KETELADANAN Rasulullah Shallallahu ‘alaihi wasallam tentunya mencetak generasi-generasi yang berpribadi mulia. Mereka adalah para sahabat. Mereka menghabiskan waktunya untuk ilmu dan beribadah kepada Rabb ‘Azza wa Jalla.
Pemuda itu langsung terpesona ketika ia menjadi utusan suku Daus, awal tahun ketujuh Hijriyah. Hanya beberapa saat setelah pertemuan itu, ia memutuskan untuk menjadi pelayan—berkhidmat—kepada Rasulullah shallallahu ‘alaihi wasallam, ia adalah Abu Hurairah. satu-satunya sahabat yang selalu mengikuti kemana Rasulullah pergi. Hadist yang diriwayatkannya sangat banyak, mencapai 5374 hadist.

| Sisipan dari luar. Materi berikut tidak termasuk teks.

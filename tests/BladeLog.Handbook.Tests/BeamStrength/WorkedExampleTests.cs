using BladeLog.Handbook.BeamStrength;
using BladeLog.Handbook.Quantities;
using static BladeLog.Handbook.Tests.BeamStrength.ReferenceBands;

namespace BladeLog.Handbook.Tests.BeamStrength;

/// <summary>Bands of the worked examples (independent program, advice specification 9 and 10; E = 207 GPa) and of the sample shop.</summary>
public class WorkedExampleTests
{
    [Fact]
    public void A_38_mm_blade_in_300_mm_fir_is_stopped_by_buckling()
    {
        ThrustLimits limits = ThrustLimit.Of(Carbon(35.4, 0.9, 5, 135, 370, 300, 210), PlateUse.WhereItMatters);
        Near(388.04, limits.FrontEdge.Newtons, 0.005 / 388);
        Near(318.45, limits.Stop.Newtons, 0.005 / 318);
        Assert.Equal(limits.Stop, limits.Allowed);
        Assert.Equal(ThrustLimiter.Buckling, limits.GovernedBy);
        Assert.Null(limits.PlateBuckling);
    }

    [Fact]
    public void A_3_mm_blade_in_6_mm_maple_is_held_back_by_its_front_edge()
    {
        ThrustLimits limits = ThrustLimit.Of(Carbon(3, 0.635, 0.7, 70, 54, 6, 43), PlateUse.WhereItMatters);
        Near(5.3642, limits.FrontEdge.Newtons, 0.00005 / 5.3);
        Near(95.127, limits.Stop.Newtons, 0.0005 / 95);
        Assert.Equal(limits.FrontEdge, limits.Allowed);
        Assert.Equal(ThrustLimiter.FrontEdge, limits.GovernedBy);
    }

    [Theory]
    [InlineData(0.9, 235)]
    [InlineData(1.07, 290)]
    public void A_thinner_blade_on_the_mill_is_allowed_a_fifth_less(double thickness, double allowed)
    {
        ThrustLimits limits = ThrustLimit.Of(Carbon(32, thickness, 6, 120, 380, 300, 190), PlateUse.WideBandsOnly);
        Assert.Equal(allowed, limits.Allowed.Newtons, 0.5);
    }

    [Fact]
    public void A_guessed_tension_and_a_straighter_cut_take_their_factors_off()
    {
        GuidedBand narrow = Carbon(3, 0.635, 0.7, 70, 54, 6, 43), wide = Carbon(35.4, 0.9, 5, 135, 370, 300, 210);
        Near(5.3642 / 1.25, ThrustLimit.Of(narrow, PlateUse.Never, frontEdgeFactor: 1.25).Allowed.Newtons, 0.00005 / 5.3);
        ThrustLimits straight = ThrustLimit.Of(wide, PlateUse.Never, bucklingFactor: 3);
        Near(318.45 * 2 / 3, straight.Stop.Newtons, 0.005 / 318);
        Near(318.45 * 2, straight.Buckling.Newtons, 0.005 / 318);
    }

    [Theory]
    [InlineData(PlateUse.Never, 100, 600, false, false)]
    [InlineData(PlateUse.WhereItMatters, 25, 200, false, false)]
    [InlineData(PlateUse.WhereItMatters, 25, 100, true, true)]
    [InlineData(PlateUse.WideBandsOnly, 25, 100, false, false)]
    [InlineData(PlateUse.WideBandsOnly, 100, 600, true, true)]
    [InlineData(PlateUse.WhereItMatters, 100, 600, true, true)]
    [InlineData(PlateUse.Always, 38, 300, true, false)]
    public void The_plate_value_is_shown_and_rules_where_it_was_decided(PlateUse use, double w, double S, bool shown, bool rules)
    {
        double t = w >= 100 ? 1.1 : w > 30 ? 1.0 : 0.9;
        ThrustLimits limits = ThrustLimit.Of(Carbon(w, t, w >= 100 ? 10 : 6, 120, S, S / 2, S / 2), use);
        Assert.Equal(shown, limits.PlateBuckling is not null);
        Assert.Equal(rules, limits.Buckling.Newtons < limits.BeamBuckling.Newtons);
        if (rules)
        {
            Assert.Equal(limits.PlateBuckling, limits.Buckling);
        }
    }

    [Fact]
    public void A_short_cut_on_a_wide_thin_blade_is_resolved()
    {
        GuidedBand band = Carbon(80, 0.6, 12, 140, 300, 18, 60);
        double rules = ThrustLimit.Of(band, PlateUse.WhereItMatters).Buckling.Newtons;
        Assert.True(rules < 0.95 * PlateBuckling.CriticalThrust(band).Newtons);
        Near(PlateBuckling.CriticalThrust(band, 24, 6).Newtons, rules, 0.05);
    }

    private static GuidedBand Carbon(double w, double t, double g, double sigma, double S, double h, double xc) =>
        Guided(w, t, g, sigma, S, h, xc) with { Steel = Steel.Carbon };
}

BACA JUGA: Abu Hurairah Jelaskan Harta yang Diwariskan Rasulullah
Ketika ia menjadi utusan dari suku Daus, ia memilih tidak kembali ke kampung halamannya, melainkan memilih tinggal di masjid, tempat Rasulullah shallallahu ‘alaihi wasallam memimpin shalat dan mengajarkan Islam, Madinah Al-Munawwarah.
Hari demi hari ia lalui dengan seksama menyimak setiap perkataan, gerak, dan langkah-langkah Rasulullah. Hampir tak secuil pun materi yang disampaikan oleh Rasulullah ia lewatkan. Daya ingatnya sangat tajam. Meski demikian, ia pasti selalu mencatat apa saja yang disabdakan oleh Rasulullah.
Setelah sekian lamanya Abu Hurairah hidup dan tinggal di tengah orang beriman. Betapa bahagia jiwanya mendapatkan kehidupan yang penuh tauhid dan nilai-nilai Islam lainnya.
Kebahagiaan itu terasa hampa tatkala ia menjenguk ibunya yang sudah sepuh tapi masih berkubang dengan kemusyrikan. Karena sayang dan demi baktinya, ia mengajak dengan argumen yang terang agar ibunya memilih Islam sebagai agamanya.
Bukan hanya sekali dua kali. Beberapa kali ia tetap mengajak ibunya bersyahadat, bahwa tiada ilah selain Allah ‘Azza wa Jalla dan Muhammad adalah Rasulullah. Sayang, bujukannya tak mempan. Ibunya menolak, bahkan menghindar darinya. Bukan hanya itu, ibunya bahkan mencela Rasulullah dengan kata-kata yang menyakitkan hatinya.
Dengan perasaan kacau dan langkah gontai lelaki itu kembali ke Madinah. Ditemuinya Rasulullah shallallahu ‘alaihi wasallam dengan bercucuran air mata.
“Mengapa engkau menangis, wahai Abu Hurairah?” tanya Rasulullah.
“Aku tidak bosan-bosannya mengajak ibuku masuk Islam. Tetapi, ibuku masih menolak. Hari ini kuajak lagi masuk Islam, tetapi ibuku mengucapkan kata-kata yang tidak pantas mengenai Rasulullah, yang saya tidak sudi mendengarkannya. Tolonglah doakan, ya Rasulullah, semoga ibuku hatinya tergugah masuk Islam,” Abu Hurairah mengadu.
Rasulullah pun menengadahkan tangannya ke langit, sembari melafazkan doa untuk kebaikan bagi ibu Abu Hurairah.
Seberkas hidayah dari langit menembus hati ibunya. Berkat kesabaran dan kerja keras Abu Hurairah, ibundanya memilih jalan Islam ketika beberapa waktu ia mengadukan masalahnya pada Rasulullah. Jiwanya damai dan bahagia menyaksikan ibunya mengucapkan kalimat syahadah di depannya.
BACA JUGA: Kisah Pencuri Munafik yang Ditangkap Abu Hurairah
Kejadian itu melengkapi sudah kebahagiaan hidupnya. Ia tak henti-hentinya mengucapkan tahmid, tahlil, dan tasbih. “Segala puji bagi Allah yang telah menunjuki Abu Hurairah masuk Islam. Segala puji bagi Allah yang telah mengajari Abu Hurairah Al-Quran. Segala puji bagi Allah yang telah memberikan karunia kepada Abu Hurairah menjadi sahabat Rasul-Nya, Muhammad shallallahu ‘alaihi wasallam,” ucap syukur tak hentinya ia lantunkan.
Demikianlah. Tak sehari pun berlalu tanpa menimba dan mempraktikkan ilmu dari Rasulullah. Abu Hurairah kian mencintai ilmu dan juga mengajarkan kepada orang lain, baik keluarga dekat maupun orang tak dikenalnya.